**EXERCISE PROMPT:**
Output the data verbatim, with nothing added or dropped.

**Stored data:**
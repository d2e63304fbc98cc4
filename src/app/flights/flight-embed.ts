import { DecimalPipe } from '@angular/common';
import { ChangeDetectionStrategy, Component, computed, inject, input } from '@angular/core';
import { rxResource } from '@angular/core/rxjs-interop';
import { FlightChart } from './flight-chart';
import { FlightDataApi } from './flight-data-api';

/** A flight's chart and summary inside a build log (the `%flight <id>` marker); a short note when there is no data. */
@Component({
  selector: 'ps-flight-embed',
  imports: [DecimalPipe, FlightChart],
  templateUrl: './flight-embed.html',
  styleUrl: './flight-embed.scss',
  changeDetection: ChangeDetectionStrategy.OnPush,
})
export class FlightEmbed {
  private readonly api = inject(FlightDataApi);

  readonly flightId = input.required<number>();

  protected readonly flight = rxResource({
    params: () => this.flightId(),
    stream: ({ params }) => this.api.get(params),
  });
  /** The analysed log, or null while loading, on an error (404 included) or when no log is in yet. */
  protected readonly data = computed(() => {
    if (this.flight.error()) return null;
    const f = this.flight.value();
    const d = f?.data;
    return f && d?.series.length
      ? { name: f.flight.rocketName, summary: d.summary, series: d.series, events: d.events }
      : null;
  });
  protected readonly unavailable = computed(
    () => this.flight.error() !== undefined || (this.flight.hasValue() && this.data() === null),
  );
}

**RESPONSE:**
repository d2e63304fbc98cc4
filename src/app/flights/flight-embed.ts
import { DecimalPipe } from '@angular/common';
import { ChangeDetectionStrategy, Component, computed, inject, input } from '@angular/core';
import { rxResource } from '@angular/core/rxjs-interop';
import { FlightChart } from './flight-chart';
import { FlightDataApi } from './flight-data-api';

/** A flight's chart and summary inside a build log (the `%flight <id>` marker); a short note when there is no data. */
@Component({
  selector: 'ps-flight-embed',
  imports: [DecimalPipe, FlightChart],
  templateUrl: './flight-embed.html',
  styleUrl: './flight-embed.scss',
  changeDetection: ChangeDetectionStrategy.OnPush,
})
export class FlightEmbed {
  private readonly api = inject(FlightDataApi);

  readonly flightId = input.required<number>();

  protected readonly flight = rxResource({
    params: () => this.flightId(),
    stream: ({ params }) => this.api.get(params),
  });
  /** The analysed log, or null while loading, on an error (404 included) or when no log is in yet. */
  protected readonly data = computed(() => {
    if (this.flight.error()) return null;
    const f = this.flight.value();
    const d = f?.data;
    return f && d?.series.length
      ? { name: f.flight.rocketName, summary: d.summary, series: d.series, events: d.events }
      : null;
  });
  protected readonly unavailable = computed(
    () => this.flight.error() !== undefined || (this.flight.hasValue() && this.data() === null),
  );
}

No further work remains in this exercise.